Colleen Planeta

No. 42 – Sydney Uni Flames
- Position: Forward
- League: WNBL

Personal information
- Born: September 3, 1988 (age 37) Surprise, Arizona, U.S.
- Listed height: 6 ft 2 in (1.88 m)

Career information
- High school: Willow Canyon
- College: Point Loma (2006–2010)
- WNBA draft: 2010: undrafted
- Playing career: 2010–present

Career history
- 2010–2011: Barcelos
- 2011–2012: Ano Liosia
- 2012–2013: Saarlouis Royals
- 2014–2016: Hume City Broncos
- 2015–2016: Etzella Ettelbruck
- 2016–2019: Adelaide Lightning
- 2019–present: Sydney Uni Flames

Career highlights
- Luxembourg Cup champion (2016) ; Big V champion (2014); 2× Big V Most Valuable Player (2014, 2015); 2× Big V All-Star Five (2014, 2015); Big V Defensive Player of the Year (2014);

= Colleen Planeta =

American basketball player

Colleen Planeta (born September 3, 1988) is an American professional basketball player.

==Career==
===College===
Planeta played college basketball at Point Loma Nazarene University for the Point Loma Sea Lions in San Diego, California.

===Europe===
Since leaving college, Planeta played in several different leagues across Europe.

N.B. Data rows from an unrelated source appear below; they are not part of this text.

def main(argv: list[str] | None = None) -> int:
    parser = argparse.ArgumentParser(description=__doc__.splitlines()[0])
    parser.add_argument("--sifs", type=int, default=5000)
    parser.add_argument("--history-days", type=int, default=365)
    parser.add_argument("--repeat", type=int, default=3)
    parser.add_argument("--clients", type=int, default=50)
    parser.add_argument("--api-seconds", type=float, default=20)
    parser.add_argument("--age-days", type=int, default=0,
                        help="then add this many more daily assessments to every SIF and "
                             "measure the page rows again")
    parser.add_argument("--only", nargs="*", choices=ROWS, default=None)
    parser.add_argument("--skip", nargs="*", choices=ROWS, default=[])
    args = parser.parse_args(argv)
    url = os.environ.get("DATABASE_URL", "")
    if not url.startswith("postgres"):
        sys.exit("Set DATABASE_URL to a PostgreSQL database of your own.")
    wanted = [r for r in ROWS if (r in args.only if args.only is not None else r not in SLOW)
              and r not in args.skip]
    os.environ.setdefault("SIF_LEDGER_VAR_DIR", tempfile.mkdtemp(prefix="bench-all-"))
    broker = os.environ.get("CELERY_BROKER_URL", "")
    os.environ["CELERY_BROKER_URL"] = "filesystem://"  # in process: tasks run eagerly
    os.environ["CELERY_TASK_ALWAYS_EAGER"] = "true"
    for sub in ("broker/queue", "broker/control", "broker/processed"):
        (Path(os.environ["SIF_LEDGER_VAR_DIR"]) / sub).mkdir(parents=True, exist_ok=True)
    import django

    django.setup()
    from django.db import connection
    from django.test import Client
    from django.test.utils import CaptureQueriesContext
    from django.utils import timezone

    from bench.bench_scale import (
        INPUT_ROWS,
        LAST_CREDIT,
        PLANS,
        age_plant,
        bare_connection,
        prepare_plant,
    )
    from calcs.adapter import recompute_many
    from register import choices, services
    from register.models import Component, SafetyFunction, TestPlan
    from register.schedule import followup
    from register.schedule.scan import scan

    t = time.perf_counter()
    p = prepare_plant(args.sifs, args.history_days)
    print(f"plant ready in {time.perf_counter() - t:.0f} s")
    site, qs, sif, lead, tech, latest = (p["site"], p["qs"], p["sif"], p["lead"], p["tech"],
                                         p["latest"])
    tech.set_password(TECH_PASSWORD)
    tech.save(update_fields=["password"])
    bare = bare_connection()
    plant, one = f"u.site_id = {site.pk}", f"s.id = {sif.pk}"

    def floor(*sqls, where=None):
        with bare.cursor() as cur:
            for sql in sqls:
                cur.execute(sql.format(sifs=where) if where else sql)
                cur.fetchall()
        bare.commit()
        return len(sqls)

    lead_client, tech_client = Client(), Client()
    lead_client.force_login(lead)
    tech_client.force_login(tech)

    def page(client, path, stream=False):
        def run():
            resp = client.get(path)
            assert resp.status_code == 200, (path, resp.status_code)
            if resp.streaming:
                b"".join(resp.streaming_content)
        return run

    def sign_in_process():
        with followup.suspended():
            rec = services.save_draft(
                user=tech, sif=sif, kind=choices.TestKind.PARTIAL,
                performed_at=timezone.now() - dt.timedelta(minutes=5),
                results=[services.ResultInput(component=c, as_found="pass", as_left="pass")
                         for c in Component.objects.filter(subsystem__sif=sif)])
            services.sign_record(rec, tech, None, check_password=False)

    plan = TestPlan.objects.filter(sif=sif).order_by("pk").first()
    comps = list(Component.objects.filter(subsystem__sif=sif).order_by("pk"))

    def web_sign():
        when = timezone.localtime() - dt.timedelta(minutes=3)
        data = {"form_token": uuid.uuid4().hex, "kind": "partial", "remarks": "",
                "performed_at": when.strftime("%Y-%m-%dT%H:%M"), "action": "sign",
                "password": TECH_PASSWORD}
        for c in comps:
            data[f"c{c.pk}-as_found"] = "pass"
            data[f"c{c.pk}-as_left"] = "pass"
        resp = tech_client.post(f"/field/plans/{plan.pk}/start/", data)
        assert resp.status_code == 302 and "/records/" in resp.url, (
            resp.status_code, resp.content.decode()[:500])

    as_of = [timezone.now()]
    memory: list[int] = []

    def recompute_all():
        as_of[0] += dt.timedelta(days=1)  # a new night: every SIF is evaluated again
        with peak_rss_growth(memory):
            recompute_many(qs, trigger="bench", as_of=as_of[0])

    today = timezone.localdate()
    overdue = f" AND p.next_due_on < '{today.isoformat()}'"
    export_sql: dict[str, list[str]] = {}

    from django.conf import settings

    # Above EXPORT_BACKGROUND_SIFS an export is written by a background job with the same
    # writer; the rows time that writer in the request (the limit lifted for them).
    settings.EXPORT_BACKGROUND_SIFS = 10**9

    def export(path):
        def run():
            with CaptureQueriesContext(connection) as ctx:
                page(lead_client, path)()
            export_sql[path] = selects(ctx)
        return run

    # name: (label, project step, preparation before it (not timed), floor)
    steps = {
        "recompute": ("recompute all SIFs", recompute_all, None,
                      lambda: floor(*INPUT_ROWS, where=plant)),
        "after-sign": ("one SIF after a signed test",
                       lambda: recompute_many(SafetyFunction.objects.filter(pk=sif.pk),
                                              trigger="bench"),
                       sign_in_process, lambda: floor(*INPUT_ROWS, where=one)),
        "web-sign": ("sign + after-commit (web)", web_sign, None,
                     lambda: floor(PLANS, *INPUT_ROWS, where=one)),
        "scan": ("due-date scan", lambda: scan(timezone.localdate(), notify=False), None,
                 lambda: floor(PLANS, LAST_CREDIT, where=plant)),
        "overview": ("plant overview", page(lead_client, "/"), None,
                     lambda: floor(p["overview_latest"], PLANS, where=plant)),
        "list": ("register list SIL 2 overdue",
                 page(lead_client, "/sifs/?target_sil=2&overdue=true"), None,
                 lambda: floor(latest + " LIMIT 50", PLANS + overdue,
                               where=plant + " AND s.target_sil = 2")),
        "sif-page": ("SIF page, long history", page(lead_client, f"/sifs/{sif.pk}/"), None,
                     lambda: floor(*INPUT_ROWS, latest, where=one)),
        "trend": ("trend chart, long history",
                  page(lead_client, f"/sifs/{sif.pk}/chart/trend.svg"), None,
                  lambda: floor("SELECT computed_at, achieved_pfd_avg, design_pfd_avg FROM "
                                "calcs_assessment a JOIN register_safetyfunction s ON "
                                "s.id = a.sif_id WHERE {sifs} ORDER BY computed_at DESC "
                                "LIMIT 500", where=one)),
        "worklist": ("technician worklist", page(tech_client, "/field/"), None,
                     lambda: floor(PLANS, where=plant)),
        "csv": ("CSV export, all SIFs", export("/sifs/export.csv"), None,
                lambda: floor(*export_sql.get("/sifs/export.csv", []))),
        "xlsx": ("xlsx export, all SIFs", export("/sifs/export.xlsx"), None,
                 lambda: floor(*export_sql.get("/sifs/export.xlsx", []))),
    }
    results: dict[str, dict] = {}
    notes: dict[str, str] = {}

    def measure(keys: list[str], suffix: str = "") -> None:
        timed = {k: {"took": [], "fl": [], "q": 0, "nf": 0} for k in keys}
        for _ in range(args.repeat):  # interleaved: each row's project step, then its floor
            for key in list(timed):
                label, run, prepare, bare_read = steps[key]
                try:
                    if prepare:
                        prepare()
                    with CaptureQueriesContext(connection) as q:
                        t = time.perf_counter()
                        run()
                        took = time.perf_counter() - t
                    t = time.perf_counter()
                    n_floor = bare_read()
                    fl = time.perf_counter() - t
                except Exception as exc:
                    notes[key + suffix] = f"FAILED: {type(exc).__name__}: {str(exc)[:300]}"
                    traceback.print_exc(limit=3)
                    del timed[key]
                    with contextlib.suppress(Exception):
                        bare.rollback()
                    continue
                row = timed[key]
                row["took"].append(took)
                row["fl"].append(fl)
                row["q"], row["nf"] = len(q), n_floor
        for key, row in timed.items():
            results[key + suffix] = {"took": statistics.median(row["took"]), "q": row["q"],
                                     "fl": statistics.median(row["fl"]), "nf": row["nf"]}

    measure([k for k in steps if k in wanted])
    aged = [k for k in AGED_ROWS if k in wanted]
    if args.age_days and aged:
        age_plant(site, args.age_days)
        measure(aged, AGED)
    if "recompute" in results and memory:
        notes["recompute"] = (f"peak RSS growth {statistics.median(memory) / 2**20:.0f} MiB "
                              f"(median of {len(memory)})")
    bare.close()
    if "api" in wanted:
        try:
            results["api"], notes["api"] = api_row(args.clients, args.api_seconds)
        except Exception as exc:
            notes["api"] = f"FAILED: {type(exc).__name__}: {str(exc)[:300]}"
            traceback.print_exc(limit=3)
    if "pack" in wanted:
        try:
            results["pack"], notes["pack"] = pack_row()
        except Exception as exc:
            notes["pack"] = f"FAILED: {type(exc).__name__}: {str(exc)[:300]}"
            traceback.print_exc(limit=3)
    if "workers" in wanted:
        for n in (1, 2):
            key = f"workers-{n}"
            try:
                results[key], notes[key] = workers_row(n, broker)
            except Exception as exc:
                notes[key] = f"FAILED: {type(exc).__name__}: {str(exc)[:300]}"
                traceback.print_exc(limit=3)
    labels = {k: v[0] for k, v in steps.items()}
    labels.update({"api": f"API bulk, {args.clients} clients (p50)",
                   "pack": "evidence pack 500 SIFs, 3 y",
                   "workers-1": "recompute, 1 Celery worker", "workers-2":
                   "recompute, 2 Celery workers"})
    print(f"\n{qs.count()} SIFs, {args.history_days} days of history (aged rows: "
          f"{args.age_days} more); median of "
          f"{args.repeat} interleaved runs (api, pack, workers: one run)")
    print(f"{'row':32} {'project':>11} {'queries':>8} {'floor':>11} {'queries':>8} "
          f"{'ratio':>8}")
    for key in AGED_ROWS:
        labels[key + AGED] = f"  same, {args.age_days} days older"
    order = [x for k in ROWS if k != "workers" for x in (k, k + AGED)] + [
        "workers-1", "workers-2"]
    for key in order:
        if key not in results and key not in notes:
            continue
        if key in results:
            r = results[key]
            q = "-" if r["q"] is None else str(r["q"])
            ratio = r["took"] / r["fl"] if r["fl"] else float("inf")
            print(f"{labels[key]:32} {r['took'] * 1000:8.0f} ms {q:>8} "
                  f"{r['fl'] * 1000:8.1f} ms {r['nf']:8d} {ratio:7.1f}x")
        if key in notes:
            print(f"{'':32}   {notes[key]}")
    return 0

Lee played in nations such as Portugal, Greece, Germany and Luxembourg. Taking home the Cup championship in her latter season stint in Luxembourg.

===Australia===
Planeta first signed in Victoria, Australia for the Hume City Broncos in the Big V league. Prior to this, she had just finished her season in Germany and was considering retirement. Her presence with the Broncos has been instrumental to their success and since her signing, she was won many awards for her play in the league. Due to her presence and dominance in the league, Planeta was signed by the Adelaide Lightning for the 2016–17 season. The WNBL will be the highest level of basketball she has played at in her career. Planeta was awarded a place in the WNBL's Round 13 Team of the Week as recognition of her excellent performances in Adelaide's two wins of that round.